Maximum achievable bandwidth = TCP window size / latency in seconds = Throughput in bits/s
128 KB / 0.00013 = 7.88 Gbits/sec
Octopus main: c6i.12xlarge, 48 Xeon Platinum, 96 GiB of RAM, 18.75 Gbits/s
Octopus Workers: c5a.4xlarge, 16 AMD EPYC 7R32, 32 GiB of RAM, up to 10 Gbits/s
NOTE: These workers are probably still too beefy. We should also try lower-end cpus.
Ran ICMP ping request to each worker to measure RTT. Sent 5 packets to each worker and report minimum and maximum latency here.
Min = 0.115, 0.103, 0.124, 0.094, 0.196, 0.117
Max = 0.194, 0.199, 0.246, 0.249, 0.133, 0.228
Overall: 0.094 - 0.249 ms
Using default tcp options
| Workload | EC2 Throughput (Gbits/sec) |
|---|---|
| Point to Point | 9.37-9.38 |
| One to Many(6) | 18.6 (2.37, 2.38, 2.35, 4.67, 2.09, 4.74) |
| Many(6) to One | 18.6 (1.23, 3.77, 3.78, 3.49, 3.85, 2.48) |
With this cluster of 4 c6g.8xlarge instances.
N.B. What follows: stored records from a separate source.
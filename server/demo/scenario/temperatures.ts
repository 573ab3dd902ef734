import { between, chanceOf } from '../drawings/chance';
import type { Ago } from './shape';
import { TANKS } from './tanks';

/** The heater of B3 failed on a cold weekend; its fish were moved on the third day. */
const FAILED = { tank: 'B3', from: -374, until: -335 } as const;
/** Today's trouble: a heater that sticks. */
const STUCK = { tank: 'G5', from: -4 } as const;

const setPointOf = (tank: string): number => TANKS.find(({ code }) => code === tank)?.heaterC ?? 25;

/** Summer warms a cellar by half a degree; one tank runs a little off its set point, always to the same side. */
function celsiusOn(tank: string, on: Ago): number {
  const own = between(chanceOf(`${tank} heater`), -0.15, 0.2);
  const season = 0.3 * Math.sin((2 * Math.PI * on) / 365);
  const noise = between(chanceOf(`${tank} ${on} celsius`), -0.2, 0.2);
  return setPointOf(tank) + own + season + noise;
}

/** What the thermometer showed, to a tenth. */
export function celsiusRead(tank: string, on: Ago): number {
  const usual = celsiusOn(tank, on);
  const failed = tank === FAILED.tank && on >= FAILED.from && on < FAILED.until;
  const stuck = tank === STUCK.tank && on >= STUCK.from;
  const celsius = failed ? Math.max(19.4, usual - 2.4 * (on - FAILED.from + 1)) : stuck ? usual + 3.1 : usual;
  return Math.round(celsius * 10) / 10;
}

/** Days on which a tank was tested: every `every` days within the days it was stocked, and on the days of trouble. */
export function testDays(tank: string, stocked: readonly (readonly [Ago, Ago])[], every: number): Ago[] {
  const offset = Math.floor(between(chanceOf(`${tank} round`), 0, every));
  const days = new Set<Ago>();
  for (const [from, until] of stocked) {
    days.add(from);
    for (let day = from; day <= until; day++) if ((day + 1000 * every + offset) % every === 0) days.add(day);
  }
  if (tank === FAILED.tank) for (const day of [FAILED.from + 1, FAILED.from + 2, FAILED.until + 2]) days.add(day);
  if (tank === STUCK.tank) days.add(STUCK.from + 3);
  return [...days].filter((day) => day < 0).sort((a, b) => a - b);
}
Each instance having 32 cores and 64 GiB of RAM.
Kron16 performance with 48 workers
| Kron16 dataset | cold cache | pre-pop |
|---|---|---|
| ingestion (million/s) | 3.672 | 3.566 |
| CC algorithm time (s) | 0.098 | 0.098 |
Performance seems to be bottlenecking on the main node at least for pre-pop. Lots of workers waiting on work queue. This makes sense as our benchmarks indicate that these instance types don't push data through the StandAloneGutters very fast.